Last updated:
ID:
1057239
Start date:
31 October 2025
Project status:
Current
Principal investigator:
Dr Luke Stetson
Lead institution:
PreOncology, United States of America

Outline of Research

Cancer is the second leading cause of death worldwide. Unlike cardiovascular disease, where risk scores such as the Framingham and ASCVD equations have transformed prevention, no broadly adopted predictive framework exists for cancer. The UK Biobank (UKBB), with its depth of genetic, lifestyle, and clinical data, provides a unique opportunity to build multi-modal cancer risk models. Complementary external cohorts will support cross-validation and generalizability.

Research Questions:

Can models built in UKBB improve cancer risk prediction beyond regression?

Which demographic, lifestyle, genomic, and clinical features contribute most to risk?

Can models trained in UKBB generalize to independent cohorts?

Objectives:

Establish baseline Cox regression models.

Apply ML/AI approaches (XGBoost, Random Survival Forests, CNNs, transformers) to capture nonlinearities and interactions.

Develop meta-learners to optimize performance.
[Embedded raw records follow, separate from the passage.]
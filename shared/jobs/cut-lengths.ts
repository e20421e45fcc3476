import type { RunResult } from '../engine/types';
import type { Joint } from '../schemas/jobs';
import { type Phrase, phrase, quantity } from '../units';

export interface CutList {
  /** Tube pieces to cut, in order along the run; null where the joint's place is not given. */
  pieces: number[] | null;
  /** Tube to cut in all. */
  totalMm: number;
  /** How the joint changes the tube against the run length. */
  note: Phrase | null;
}

/**
 * The tube a run needs, with its fitted joint taken into account. A flex part takes its
 * face-to-face length out of the run (its live length where the maker gives no other),
 * centred where the run places it. A slip joint's spigot and sleeve overlap by the cold
 * engagement, so the run needs that much more tube.
 */
export function cutLengths(runLengthMm: number, joint: Joint, result: RunResult | null): CutList {
  if (joint.type === 'flex') {
    const part = result?.flex?.chosen?.part;
    if (!part) return { pieces: null, totalMm: runLengthMm, note: ['No flex part fitted yet: cut lengths are the whole run'] };
    const out = part.overallLengthMm ?? part.liveLengthMm;
    const total = runLengthMm - out;
    const note = phrase`run ${len(runLengthMm)} less the ${len(out)} flex part`;
    if (joint.atMm === undefined) return { pieces: null, totalMm: total, note };
    const before = joint.atMm - out / 2;
    const after = runLengthMm - joint.atMm - out / 2;
    return { pieces: [before, after].filter((p) => p > 0), totalMm: Math.max(before, 0) + Math.max(after, 0), note };
  }
  if (joint.type === 'slip') {
    return { pieces: null, totalMm: runLengthMm + joint.coldEngagementMm, note: phrase`run ${len(runLengthMm)} plus the ${len(joint.coldEngagementMm)} the spigot engages` };
  }
  return { pieces: null, totalMm: runLengthMm, note: null };
}

const len = (mm: number) => quantity('length', mm);
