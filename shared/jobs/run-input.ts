import type { CalcRunRequest } from '../schemas/calc';
import type { RunInput } from '../engine/types';
import type { RunFields } from '../schemas/jobs';

/** A saved run's inputs as the calculator takes them (the same request POST /api/calc/run accepts). */
export function toCalcRequest(run: RunFields): CalcRunRequest & RunInput {
  const request: CalcRunRequest & RunInput = {
    alloyId: run.alloyId,
    tube: run.tube,
    installTempC: run.installTempC,
    segments: run.segments,
  };
  const joint = run.joint;
  if (joint.type === 'flex') {
    const { type: _type, ...flex } = joint;
    request.flex = flex;
  } else if (joint.type === 'slip') {
    const { type: _type, atMm: _atMm, ...slip } = joint;
    request.slip = slip;
  }
  return request;
}

/**
 * A calculator field path ("slip.inner.tempC", "flex.atMm", "alloy.cte") as the same field of a run
 * ("joint.inner.tempC", "joint.atMm", "alloyId"), so that errors land under the run editor's inputs.
 */
export function runFieldPath(calcPath: string): string {
  if (calcPath.startsWith('flex.')) return `joint.${calcPath.slice(5)}`;
  if (calcPath.startsWith('slip.')) return `joint.${calcPath.slice(5)}`;
  if (calcPath === 'alloy' || calcPath.startsWith('alloy.')) return 'alloyId';
  return calcPath;
}

export function runFields(calcFields: Record<string, string>): Record<string, string> {
  const out: Record<string, string> = {};
  for (const [path, message] of Object.entries(calcFields)) {
    const mapped = runFieldPath(path);
    if (!(mapped in out)) out[mapped] = message;
  }
  return out;
}
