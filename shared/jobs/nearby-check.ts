import type { NearbyItem } from '../schemas/jobs';
import { type Phrase, phrase, quantity } from '../units';
import { FIRE_RISK_KINDS, NEARBY_LABELS, type NearbyKind } from './nearby';
import { growthPerMetreAt, runMovement, tempAt } from './run-movement';
import type { ComputedRun } from './support-plan';

/** One nearby item judged hot. */
export interface NearbyCheck {
  runId: string;
  runName: string;
  /** The item's place in the run's list. */
  index: number;
  item: NearbyItem;
  tempC: number;
  /** How far the pipe closes on the item: swelling and sideways movement beside it, movement along it in line. */
  closingMm: number;
  hotGapMm: number;
  minimumMm: number;
  ok: boolean;
  message: Phrase;
}

const len = (mm: number) => quantity('length', mm);

/**
 * The pipe closes on an item beside it by its radial growth (half the OD's growth at the
 * temperature there) and by the sideways movement entered for the run's flex (taken along the
 * whole run, which errs towards "too close"); on an item in line with it, by its hot movement
 * along its length at that point.
 */
export function checkNearby(run: ComputedRun, index: number, minimums: Record<NearbyKind, number>): NearbyCheck {
  const item = run.nearby[index];
  const r = run.result;
  const tempC = tempAt(r.curve, item.atMm);
  let closing: number;
  if (item.direction === 'in_line') {
    closing = Math.abs(runMovement(run, r).at(item.atMm));
  } else {
    const perMetre = growthPerMetreAt(r.growthPerMetreCurve, tempC) ?? 0;
    const swell = (run.tube.odMm / 2) * (perMetre / 1000);
    const sideways = run.joint.type === 'flex' ? (run.joint.lateralOffsetMm ?? 0) : 0;
    closing = Math.max(0, swell) + sideways;
  }
  const hot = item.coldGapMm - closing;
  const minimum = minimums[item.kind];
  const ok = hot >= minimum;
  const name = item.label ? `${item.label} (${NEARBY_LABELS[item.kind].toLowerCase()})` : NEARBY_LABELS[item.kind];
  const fire = FIRE_RISK_KINDS.includes(item.kind) ? '. Fuel and brake lines near a hot exhaust skin are a fire risk' : '';
  const message = ok
    ? phrase`${name} at ${len(item.atMm)} keeps ${len(hot)} hot (at least ${len(minimum)})`
    : phrase`${name} at ${len(item.atMm)} keeps only ${len(hot)} hot, under the ${len(minimum)} minimum: fit a heat shield or reroute it${fire}`;
  return { runId: run.id, runName: run.name, index, item, tempC, closingMm: closing, hotGapMm: hot, minimumMm: minimum, ok, message };
}
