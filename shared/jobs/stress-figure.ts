import type { RestraintResult, RestraintVerdict } from '../engine/types';

/** The restrained-stress figure a screen shows for a run: the same one on the run page, in compare and on the job sheet. */
export interface StressFigure {
  stressMPa: number | null;
  tempC: number | null;
  /** Yield where the figure is taken; null where the data has none. */
  yieldMPa: number | null;
  ratio: number | null;
  /** Set when the figure lies above the yield table: the ratio is against the last tabulated yield, at this temperature, and the real one is higher. */
  yieldDataEndC: number | null;
  verdict: RestraintVerdict;
}

/**
 * The point closest to yield: where the yield table covers the run, or above its top against
 * the last tabulated yield (a lower bound), whichever is the more severe; without yield data,
 * the highest stress with no ratio.
 */
export function stressFigure(r: RestraintResult): StressFigure {
  const g = r.governing;
  const b = r.beyondYieldData;
  if (b && (!g || b.ratio > g.ratio)) {
    return { stressMPa: b.stressMPa, tempC: b.tempC, yieldMPa: b.yieldMPa, ratio: b.ratio, yieldDataEndC: b.yieldTempC, verdict: r.verdict };
  }
  if (g) return { stressMPa: g.stressMPa, tempC: g.tempC, yieldMPa: g.yieldMPa, ratio: g.ratio, yieldDataEndC: null, verdict: r.verdict };
  return { stressMPa: r.peakStressMPa, tempC: r.peakTempC, yieldMPa: null, ratio: null, yieldDataEndC: null, verdict: r.verdict };
}
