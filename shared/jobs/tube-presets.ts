import { BWG_WALL_IN } from '../units';

/** Exhaust tube is sold by outside diameter in inches and wall by BWG gauge. */
export const TUBE_OD_IN = [1.5, 1.75, 2, 2.25, 2.5, 2.75, 3, 3.5, 4, 5, 6] as const;
export const TUBE_WALL_GAUGES = [18, 16, 14] as const;

export interface TubePreset {
  /** e.g. "2.5 in × 16 ga" */
  label: string;
  odIn: number;
  gauge: number;
  odMm: number;
  wallMm: number;
}

/** 1 in = 25.4 mm exactly; convert-units is off in the 8th figure, so presets do not go through it. */
const inchToMm = (inch: number, decimals: number) => Math.round(inch * 25.4 * 10 ** decimals) / 10 ** decimals;

export const TUBE_PRESETS: readonly TubePreset[] = TUBE_OD_IN.flatMap((odIn) =>
  TUBE_WALL_GAUGES.map((gauge) => ({
    label: `${odIn} in × ${gauge} ga`,
    odIn,
    gauge,
    odMm: inchToMm(odIn, 6),
    wallMm: inchToMm(BWG_WALL_IN[gauge], 3),
  })),
);

/** The preset a tube matches (within 0.01 mm on both), or null for a free-entry size. */
export function matchTubePreset(odMm: number, wallMm: number): TubePreset | null {
  return TUBE_PRESETS.find((p) => Math.abs(p.odMm - odMm) <= 0.01 && Math.abs(p.wallMm - wallMm) <= 0.01) ?? null;
}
Validate externally (WHI, PLCO, NLST, EPIC).

Scientific Rationale:
UKBB’s prospective, integrated design enables the next generation of cancer risk prediction tools. Combining exposures and biology allows earlier identification of high-risk individuals and more effective prevention strategies.

Responsible AI and Dissemination:
All models will be documented, version-controlled, and interpretable (e.g., SHAP, feature importance). Performance will be evaluated across subgroups to address fairness. Outputs will be used for research only and not for individual prognostication. Findings will inform population-level risk understanding and hypothesis generation. Any translational use would require external validation and regulatory approval. Results will be published in peer-reviewed journals, shared at scientific meetings, and derived variables returned to UKBB per policy.